I swear to the Ether in the heavens above, I have never gotten so many whacky responses to any article I have written, as I have for my article "Grounding Systems for Amateur Radio Stations!
Most Hams it seems just don't get the point, so I will try again. If you have an electrically balanced antenna up in the air for any band above say 10 Megacycles, how are you going to get it connected to ground anyway? A quarter wavelength for 10 MHz. is about 23 feet long. Soooooo, 23 feet away from ground is an infinitely high impedance! At half that distance the AC impedance is in the hundreds of Ohms!
Some say they want to install a ground system as a cure for television interference or TVI. I say, how do you think an RF ground will help this? If you have a nice resonant antenna on 28 MHz, and its up at some decent height in the air. ITS SECOND HARMONIC IS STILL AT 56 MHz., RIGHT IN THE MIDDLE OF CHANNEL 2 TELEVISION! Rather than putting in a ground system, put a high quality flipping Low Pass Filter on the output of your transmitter! Let the flipping neighbors put a good quality High Pass Filter on the antenna input connections of their TV set, and forget about it!

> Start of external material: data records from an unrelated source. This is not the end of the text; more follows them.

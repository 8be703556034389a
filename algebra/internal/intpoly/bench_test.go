package intpoly

import (
	"context"
	"fmt"
	"testing"
)

func BenchmarkFactorZ(b *testing.B) {
	for _, c := range []struct {
		name string
		p    Poly
	}{
		{"SD16", swinnertonDyer(2, 3, 5, 7)},
		{"SD32", swinnertonDyer(2, 3, 5, 7, 11)},
		{"SD32shifted", translate(swinnertonDyer(2, 3, 5, 7, 11), 1)},
		{"SD64shifted", translate(swinnertonDyer(2, 3, 5, 7, 11, 13), 1)},
		{"Wilkinson20", wilkinson(20)},
		{"x^105-1", powerMinus(105, 1)},
		{"x^30-2", powerMinus(30, 2)},
		{"cyclotomic210", cyclotomic(210)},
		{"dense50", randomPoly(1, 50, 7)},
		{"tenCubics", product(randomPolys(2, 10, 3, 7))},
		{"thirtyFactors", product(randomPolys(3, 30, 4, 7))},
		{"charpoly80", characteristic(4, 80)},
		{"tridiagonal100", tridiagonal(100)},
	} {
		b.Run(c.name, func(b *testing.B) {
			for b.Loop() {
				if _, _, err := FactorZ(context.Background(), c.p); err != nil {
					b.Fatal(err)
				}
			}
		})
	}
}

func BenchmarkMul(b *testing.B) {
	for _, c := range []struct {
		name         string
		degree, bits int
	}{{"5x16", 5, 16}, {"30x64", 30, 64}, {"50x512", 50, 512}, {"200x32", 200, 32}} {
		p, q := randomPoly(1, c.degree, c.bits), randomPoly(2, c.degree, c.bits)
		b.Run(c.name, func(b *testing.B) {
			for b.Loop() {
				Mul(p, q)
			}
		})
	}
}

func BenchmarkGCD(b *testing.B) {
	for _, c := range []struct {
		name                 string
		common, degree, bits int
	}{{"5of10x16", 5, 10, 16}, {"20of40x100", 20, 40, 100}, {"50of100x64", 50, 100, 64}} {
		g := randomPoly(1, c.common, c.bits)
		p := Mul(g, randomPoly(2, c.degree-c.common, c.bits))
		q := Mul(g, randomPoly(3, c.degree-c.common, c.bits))
		b.Run(c.name, func(b *testing.B) {
			for b.Loop() {
				GCD(p, q)
			}
		})
	}
}

// BenchmarkMulWays calibrates mulWordTerms, mulFlatTerms and kroneckerTwo: each
// way at several lengths for products of k words a coefficient.
func BenchmarkMulWays(b *testing.B) {
	for _, k := range []int{1, 2, 3, 4, 5, 6, 8, 16} {
		for _, n := range []int{4, 8, 12, 16, 20, 40, 60, 100, 200} {
			size := min((k*wordSize-12)/2, wordSize*k/2)
			p, q := randomPoly(1, n-1, size), randomPoly(2, n-1, size)
			ways := map[string]func(){
				"flat": func() { mulFlat(p, q, k) },
				"one":  func() { mulPacked(p, q) },
				"two":  func() { mulPackedTwo(p, q) },
			}
			if k < 3 {
				ways["word"] = func() { mulWord(p, q, k) }
			}
			for _, way := range []string{"word", "flat", "one", "two"} {
				if f := ways[way]; f != nil {
					b.Run(fmt.Sprintf("k=%d/n=%d/%s", k, n, way), func(b *testing.B) {
						for b.Loop() {
							f()
						}
					})
				}
			}
		}
	}
}

// BenchmarkDivWays calibrates flatWords.
func BenchmarkDivWays(b *testing.B) {
	for _, k := range []int{1, 2, 4, 8, 12, 16, 24} {
		q := randomPoly(1, 20, k*wordSize/2-8)
		p := Mul(q, randomPoly(2, 20, k*wordSize/2-8))
		b.Run(fmt.Sprintf("k=%d/flat", k), func(b *testing.B) {
			for b.Loop() {
				divFlat(p, q)
			}
		})
		b.Run(fmt.Sprintf("k=%d/ints", k), func(b *testing.B) {
			for b.Loop() {
				divSchoolbook(p, q)
			}
		})
	}
}
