package intpoly

import (
	"context"
	"math/big"
	"slices"
	"testing"

	"github.com/stretchr/testify/require"
)

// TestEarlySearchAgrees compares the search on the way up with the one at the
// full modulus.
func TestEarlySearchAgrees(t *testing.T) {
	ctx := context.Background()
	early := 0
	for i, f := range []Poly{
		wilkinson(20), wilkinson(40), Mul(wilkinson(15), cyclotomic(35)), tridiagonal(60), product(randomPolys(43, 10, 3, 5)), product(randomPolys(44, 12, 4, 7)),
		product(randomPolys(40, 6, 3, 5)), product(randomPolys(41, 3, 8, 12)), product(randomPolys(42, 2, 12, 100)),
		Mul(cyclotomic(105), cyclotomic(49)), tridiagonal(30), cyclotomic(84),
		translate(product([]Poly{swinnertonDyer(2, 3, 5), swinnertonDyer(2, 3, 7), ints(-2, 0, 1)}), 1),
		// A factor with larger coefficients than the product.
		product([]Poly{cyclotomic(3 * 5 * 7), cyclotomic(5 * 7), ints(-1, 1)}),
		// Leading coefficients that dwarf the rest.
		product([]Poly{ints(1, 1<<40), ints(3, 1, 1<<40+1), ints(1, 1, 1, 7)}),
	} {
		f = positive(f.primitivePart())
		full, degrees := lifted(t, f)
		s := newSubsets(full, full.factors, degrees)
		require.NoError(t, s.search(ctx, 1<<40))
		require.True(t, s.done())
		l, _ := lifted(t, f)
		l.restart()
		first, err := l.raiseSearching(ctx, degrees)
		require.NoError(t, err)
		if first != nil {
			early++
			require.Negative(t, l.exp-full.exp)
		}
		l.restart()
		got, err := liftAndRecombine(ctx, l, degrees)
		require.NoError(t, err)
		slices.SortFunc(s.found, compare)
		slices.SortFunc(got, compare)
		require.Len(t, got, len(s.found), "input %d", i)
		for j := range got {
			requireSame(t, s.found[j], got[j])
		}
	}
	require.GreaterOrEqual(t, early, 3)
}

func TestRootRadius(t *testing.T) {
	s := rng(77)
	for range 100 {
		f := ints(int64(s.next()%9) + 1)
		most := new(big.Rat)
		for range s.next()%5 + 1 {
			a, b := int64(s.next()>>(s.next()%40+24)), int64(s.next()%1000)+1
			f = Mul(f, ints(-a, b))
			if r := big.NewRat(a, b); r.Cmp(most) > 0 {
				most = r
			}
		}
		bound := new(big.Rat).SetInt(new(big.Int).Lsh(big.NewInt(1), uint(rootRadius(f))))
		require.LessOrEqual(t, most.Cmp(bound), 0)
	}
	require.Zero(t, rootRadius(ints(1, 1<<40)))
	require.Equal(t, 2, rootRadius(powerMinus(5, 1)))
}

// TestFiltersKeepTrueFactors checks both filters on the sets that belong to
// true factors, with large leading coefficients and roots.
func TestFiltersKeepTrueFactors(t *testing.T) {
	s := rng(78)
	active := 0
	for range 30 {
		parts := []Poly{
			randomPoly(s.next(), int(s.next()%5)+2, int(s.next()%50)+2),
			randomPoly(s.next(), int(s.next()%5)+2, int(s.next()%50)+2),
			translate(swinnertonDyer(2, 3), int64(s.next()%1000)),
		}
		f := positive(product(parts).primitivePart())
		if !isSquareFree(f) {
			continue
		}
		l, degrees := lifted(t, f)
		sub := newSubsets(l, l.factors, degrees)
		for _, p := range parts {
			var sums [2]uint64
			for i, g := range l.factors {
				if len(l.field.RemPoly(reduce(p, l.field), reduce(g, l.field))) > 0 {
					continue
				}
				for e := range sub.traces {
					if sub.traces[e].slack != noSlack {
						sums[e] += sub.traces[e].values[i]
					}
				}
			}
			for e := range sums {
				require.True(t, sub.traces[e].passes(sums[e]))
				if sub.traces[e].slack < 1<<60 {
					active++
				}
			}
		}
	}
	require.Greater(t, active, 60)
}
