package intpoly

import (
	"context"
	"math/big"
	"testing"

	"github.com/stretchr/testify/require"
)

// TestCubicAgainstGeneral compares with the factorisation by lifting.
func TestCubicAgainstGeneral(t *testing.T) {
	s := rng(31)
	split := 0
	for i := range 400 {
		bits := int(s.next()%20) + 2
		f := Mul(randomPoly(s.next(), 1, bits), randomPoly(s.next(), 2, bits))
		switch i % 4 {
		case 0:
			f = randomPoly(s.next(), 3, 2*bits)
		case 1:
			f = Mul(Mul(randomPoly(s.next(), 1, 15), randomPoly(s.next(), 1, 15)), randomPoly(s.next(), 1, 15))
		}
		f = positive(f.primitivePart())
		if f.Degree() != 3 || f.maxBits() > cubicBits || !isSquareFree(f) {
			continue
		}
		got := factorCubic(f)
		want, err := factorLifting(context.Background(), f)
		require.NoError(t, err)
		require.Len(t, got, len(want), "%v", f)
		requireSame(t, f, product(got))
		if len(got) > 1 {
			split++
		}
	}
	require.Greater(t, split, 100)
}

func TestCubicWithBadPrimes(t *testing.T) {
	// Leading coefficient, discriminant or both divisible by the first primes.
	for _, f := range []Poly{
		product([]Poly{ints(-1, 5*7*11*13), ints(1, 1), ints(2, 1)}),
		product([]Poly{ints(0, 1), ints(5*7*11*13*17, 1), ints(-5*7*11*13*17*19, 1)}),
		product([]Poly{ints(-1, 2), ints(-1, 3), ints(-1, 1<<20)}),
		product([]Poly{ints(1<<46-1, 1), ints(1, 0, 1)}),
		product([]Poly{ints(1, 1<<46-1), ints(1, 1, 1)}),
		product([]Poly{ints(-(1 << 46), 1), ints(-2, 0, 1)}),
	} {
		factors := requireFactored(t, f)
		require.Greater(t, len(factors), 1)
		c := factorCubic(positive(f.primitivePart()))
		require.Len(t, c, len(factors))
	}
	top := new(big.Int).Lsh(big.NewInt(1), cubicBits)
	require.Len(t, requireFactored(t, Mul(New(top, big.NewInt(1)), ints(1, 1, 1))), 2)
}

Now, if you are a 160 Meter fan, well, maybe you should install a good RF ground. So, thats one band, 200 KHz. wide, in 23,471 MHz. of Ham spectrum! In other words .85 of 1% of that spectrum. Our less than one percent of a reason to lend the motivation for installing a good RF ground. Knock yourself out!
Don't get me wrong! A ground system can be a good thing! But, think about why you want to install one, and will it do your station any good? Think!